(Stored items)
Start of Block

/**
 * Seeded random numbers for simulation and Monte Carlo.
 *
 * Uniforms: pure-rand's xoroshiro128+ (Blackman & Vigna 2018) with 53-bit doubles. Stream i of
 * a seed is the generator jumped i times (each jump is 2⁶⁴ steps), so sample i draws the same
 * numbers whichever thread computes it.
 *
 * Poisson variates (our own: the npm samplers either lack a pluggable seeded generator or pull
 * in dozens of micro-packages): Knuth's multiplication method for λ < 10 (Knuth, TAOCP vol. 2,
 * 3rd ed., §3.4.1 F) and the transformed rejection method PTRS for λ ≥ 10 (Hörmann, Insurance:
 * Mathematics and Economics 12, 39 (1993), Algorithm PTRS).
 */
import { xoroshiro128plus } from "pure-rand/generator/xoroshiro128plus";
import { uniformFloat64 } from "pure-rand/distribution/uniformFloat64";

export interface RandomStream {
  /** Uniform on [0, 1). */
  uniform(): number;
}

/** The stream for one sample index of a seed; advancing by jumps keeps streams disjoint. */
export function randomStream(seed: number, index = 0): RandomStream {
  const rng = xoroshiro128plus(seed | 0);
  for (let i = 0; i < index; i++) rng.jump();
  return { uniform: () => uniformFloat64(rng) };
}

/** Streams index … index+count−1 of a seed, jumping once per stream. */
export function* randomStreams(seed: number, from: number, count: number): Generator<RandomStream> {
  const rng = xoroshiro128plus(seed | 0);
  for (let i = 0; i < from; i++) rng.jump();
  for (let i = 0; i < count; i++) {
    const own = rng.clone();
    yield { uniform: () => uniformFloat64(own) };
    rng.jump();
  }
}

export function poisson(lambda: number, rng: RandomStream): number {
  if (!(lambda > 0)) return 0;
  if (lambda < 10) {
    const limit = Math.exp(-lambda);
    let k = 0;
    let p = rng.uniform();
    while (p > limit) {
      k++;
      p *= rng.uniform();
    }
    return k;
  }
  const slam = Math.sqrt(lambda);
  const logLam = Math.log(lambda);
  const b = 0.931 + 2.53 * slam;
  const a = -0.059 + 0.02483 * b;
  const invAlpha = 1.1239 + 1.1328 / (b - 3.4);
  const vr = 0.9277 - 3.6224 / (b - 2);
  for (;;) {
    const u = rng.uniform() - 0.5;
    const v = rng.uniform();
    const us = 0.5 - Math.abs(u);
    const k = Math.floor(((2 * a) / us + b) * u + lambda + 0.43);
    if (us >= 0.07 && v <= vr) return k;
    if (k < 0 || (us < 0.013 && v > us)) continue;
    if (Math.log(v) + Math.log(invAlpha) - Math.log(a / (us * us) + b) <= -lambda + k * logLam - logFactorial(k)) return k;
  }
}

const SMALL_LOG_FACTORIALS = (() => {
  const t = new Float64Array(16);
  for (let i = 1; i < 16; i++) t[i] = t[i - 1] + Math.log(i);
  return t;
})();

/** ln k! — exact table below 16, Stirling series above (error < 1e-12 there). */
export function logFactorial(k: number): number {
  if (k < 16) return SMALL_LOG_FACTORIALS[k];
  const x = k + 1;
  return (x - 0.5) * Math.log(x) - x + 0.5 * Math.log(2 * Math.PI) + 1 / (12 * x) - 1 / (360 * x ** 3) + 1 / (1260 * x ** 5);
}

/** A fresh 31-bit seed when the caller gives none (the seed is then stored with the result). */
export function newSeed(): number {
  return Math.floor(Math.random() * 0x7fffffff);
}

End of Block

Lines above that include the string "from" need to be copied.

» WRITTEN RESPONSE
import { xoroshiro128plus } from "pure-rand/generator/xoroshiro128plus";
import { uniformFloat64 } from "pure-rand/distribution/uniformFloat64";
export function* randomStreams(seed: number, from: number, count: number): Generator<RandomStream> {
  for (let i = 0; i < from; i++) rng.jump();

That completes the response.